A container of memory is composed of Java HEAP,JVM overhead and Non-java memory, if the user sets the size of the application to x GB (-XMXXG), The container memory size for which Applicationmaster is requested should be x+d, where D is the JVM overhead, otherwise it may be killed by yarn due to the total memory exceeding limit.

(3) Log rotation

Log rotation is especially important for long service logs, which accumulate more and more. Since the application is unable to know where the log is located (for example, which directory of the node) before it is started, yarn provides a macro for the user to manipulate the log directory, and yarn will automatically replace it with a specific log directory when the macro appears in the startup command, such as:

echo $log 4jcontent > $PWD/log4j.properties && java-dlog4j.configuration=log4j.properties ...
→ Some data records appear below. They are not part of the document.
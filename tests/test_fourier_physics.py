"""What is known of the near fields of disk arrays, reproduced with the Fourier solver.

Qualitative facts of the trade, checked as signs and orderings, never tuned to numbers
(common practice, no source; reported for plasmonic and high-index disk arrays in the
nanophotonics literature): where plasmonic disks concentrate their near field and how
chiral it stays, and the trade-off between chirality (g) and the degree of circular
polarization of the in-plane field (DOCP) above silicon disks.
"""

from __future__ import annotations

import numpy as onp
import pytest
from scipy.stats import spearmanr

from chiropt.design import design_from_dict
from chiropt.fields import cell_grid, field_maps, order_content
from chiropt.metrics import order_metrics, quadratic_maps
from chiropt.model import run_model

HEIGHT_ABOVE = 5.0   # nm above the disk tops, where molecules sit


def _disk_array(material, radius, height, period, wavelengths, harmonics=97):
    return design_from_dict({
        "lattice": {"kind": "square", "period_nm": period},
        "particles": [{"shape": "cylinder", "radius_nm": radius, "height_nm": height,
                       "material": material}],
        "substrate": {"material": {"n": 1.5}}, "gap_nm": 0,
        "illumination": {"wavelength_nm": list(wavelengths)},
        "region": {"kind": "plane", "height_nm": HEIGHT_ABOVE},
        "model": {"solver": "fourier", "harmonics": harmonics}})


def _maps(out, design, n=32):
    sol = out.solution
    height = design.particles[0].height_nm
    E, ZH = field_maps(order_content(sol, (height + HEIGHT_ABOVE) * 1e-9), sol.structure.lattice,
                       n)
    q = {k: onp.asarray(v) for k, v in quadratic_maps(E, ZH).items()}
    xy = cell_grid(sol.structure.lattice.plain(), n) / 1e-9
    period = design.lattice.periods_nm[0]
    wrapped = (xy + 0.5 * period) % period - 0.5 * period   # square lattice, disk at 0
    return onp.asarray(E), q, onp.hypot(wrapped[..., 0], wrapped[..., 1])


@pytest.fixture(scope="module")
def silver():
    d = _disk_array("Ag", 100, 40, 400, onp.arange(650.0, 851.0, 25.0))
    out = run_model(d)
    return d, out, int(onp.argmax(onp.asarray(out.metrics["u"])))


def test_silver_disks_concentrate_an_out_of_plane_field_at_their_edges(silver):
    d, out, w = silver
    assert float(out.metrics["u"][w]) > 1.5                       # enhanced at resonance
    E, q, r = _maps(out, d)
    EE = q["EE"][w, 0]
    i = onp.unravel_index(onp.argmax(EE), EE.shape)
    assert 0.6 * 100 < r[i] < 1.4 * 100                           # at the rim, not the centre
    Ez2 = onp.abs(E[w, 0][..., 2]) ** 2
    assert Ez2[i] > 0.5 * EE[i]                                   # mostly out of plane


def test_silver_disks_near_field_loses_chirality_and_handedness(silver):
    d, out, w = silver
    m = out.metrics
    far = int(onp.argmin(onp.asarray(m["u"])))
    assert abs(float(m["g"][w])) < 0.5 * abs(float(m["g"][far]))  # g nearly vanishes
    _, q, _ = _maps(out, d)
    docp_local = q["S3"][w, 0] / q["S0"][w, 0]
    assert docp_local.min() < 0 < docp_local.max()                # DOCP changes sign
    om = order_metrics(out.solution, d.region)
    ev = onp.asarray(om["evanescent"][w])
    share = onp.where(ev, onp.asarray(om["share"][w]), -1.0)
    top = int(onp.argmax(share))
    assert float(om["docp"]["+1"][w][top]) < 0                    # opposite handedness


@pytest.fixture(scope="module")
def silicon():
    d = _disk_array("Si", 120, 150, 450, onp.arange(650.0, 1001.0, 50.0))
    return d, run_model(d)


def test_silicon_disks_have_a_centred_field_of_one_handedness_without_evanescent_cd(silicon):
    d, out = silicon
    E, q, r = _maps(out, d)
    EE = q["EE"][:, 0]
    centred = EE[:, r < 0.4 * 120].mean(axis=1) / EE.mean(axis=(1, 2))
    w = int(onp.argmax(centred))
    assert centred[w] > 2.0                                       # strongest over the centres
    docp = q["S3"][w, 0] / q["S0"][w, 0] * -1.0                   # sign of the incident's
    strong = EE[w] > onp.percentile(EE[w], 75)
    assert onp.all(docp[strong] > 0)                              # one sign where strong
    assert float(out.metrics["docp"]["+1"][w]) > float(onp.median(out.metrics["docp"]["+1"]))
    om = order_metrics(out.solution, d.region)
    ev = onp.asarray(om["evanescent"])
    share = onp.asarray(om["share"])
    g_ev = (onp.abs(onp.asarray(om["g"])) * share * ev).sum(axis=1) / (share * ev).sum(axis=1)
    assert g_ev[w] == g_ev.min()                                  # almost no evanescent CD


def test_silicon_disks_reach_g_above_one_where_docp_is_poor():
    d = _disk_array("Si", 90, 100, 400, onp.arange(600.0, 901.0, 50.0))
    out = run_model(d)
    g = onp.asarray(out.metrics["g"])
    docp = onp.asarray(out.metrics["docp"]["+1"])
    w = int(onp.argmax(g))
    assert g[w] > 1.0
    assert docp[w] < docp.max()
    om = order_metrics(out.solution, d.region)
    ev = onp.asarray(om["evanescent"][w])
    share = onp.asarray(om["share"][w])
    g_ev = float((onp.asarray(om["g"][w]) * share * ev).sum() / (share * ev).sum())
    assert g_ev > 0.5                                             # strong evanescent CD


def test_cell_averaged_docp_is_high_where_cd_vanishes_over_periods_and_wavelengths():
    G, D = [], []
    for period in (380, 420, 460, 500):
        out = run_model(_disk_array("Si", 110, 130, period, onp.arange(620.0, 1001.0, 30.0),
                                    harmonics=49))
        G += list(onp.asarray(out.metrics["g"]))
        D += list(onp.asarray(out.metrics["docp"]["+1"]))
    G, D = onp.array(G), onp.array(D)
    assert spearmanr(G, D).statistic < 0
    low_cd = onp.abs(G) < onp.percentile(onp.abs(G), 25)
    high_cd = G > onp.percentile(G, 75)
    assert D[low_cd].mean() > D[high_cd].mean()


@pytest.mark.parametrize("material", ["Ag", "Si"])
def test_every_evanescent_order_stays_under_its_cd_bound(material):
    # the bound of a single evanescent plane wave on |g| (docs/theory.md §14)
    d = _disk_array(material, 80, 80, 400, [620.0, 780.0], harmonics=49)
    om = order_metrics(run_model(d).solution, d.region)
    ev = onp.asarray(om["evanescent"])
    g = onp.abs(onp.asarray(om["g"]))
    bound = onp.asarray(om["bound"])
    assert ev.any()
    assert onp.all(g[ev] <= bound[ev] + 1e-9)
Com.example.NestoServer 1>>/server.log 2>>/server.log

Where the variable log4jcontent content is as follows:

  

(4) Debugging skills

Before NodeManager starts container, the container-related environment variables, startup commands, and other information are written to a shell script and the container is started by starting the script. In some cases, the container startup failure may be due to a startup command being written incorrectly (for example, some special characters are escaped), and to do this, you can determine whether the startup command is problematic by looking at the last script execution, by adding a command to print the contents of the script before container executes the command.

  

(5) Performance issues associated with shared clusters

When running multiple applications at the same time in a yarn cluster, the node load may be different, resulting in tasks on some nodes running slower than the other nodes, which is unacceptable for OLAP requirements applications. In order to solve this problem, there are usually two solutions: 1) by tagging the application to some exclusive nodes 2) implement a speculative execution mechanism similar to mapreduce and spark within the application, for the slow task to start one or more of the same tasks, in a space-time-changing way, Avoid slow tasks and slow down the overall application running efficiency.

Hadoop Yarn Development trends

For YARN, it will evolve toward universal resource management and scheduling, not just in big data processing areas, including support for MapReduce, Spark short jobs, and support for long service such as Web service.

Full parsing of Hadoop data operating system yarn

Related Article

Contact Us

The content source of this page is from Internet, which doesn't represent Alibaba Cloud's opinion; products and services mentioned on that page don't have any relationship with Alibaba Cloud. If the content of the page makes you feel confusing, please write us an email, we will handle the problem within 5 days after receiving your email.

If you find any instances of plagiarism from the community, please send an email to: info-contact@alibabacloud.com and provide relevant evidence. A staff member will contact you within 5 working days.

A Free Trial That Lets You Build Big!

Start building with 50+ products and up to 12 months usage for Elastic Compute Service

  • Sales Support

    1 on 1 presale consultation

  • After-Sales Support

    24/7 Technical Support 6 Free Tickets per Quarter Faster Response

  • Alibaba Cloud offers highly flexible support services tailored to meet your exact needs.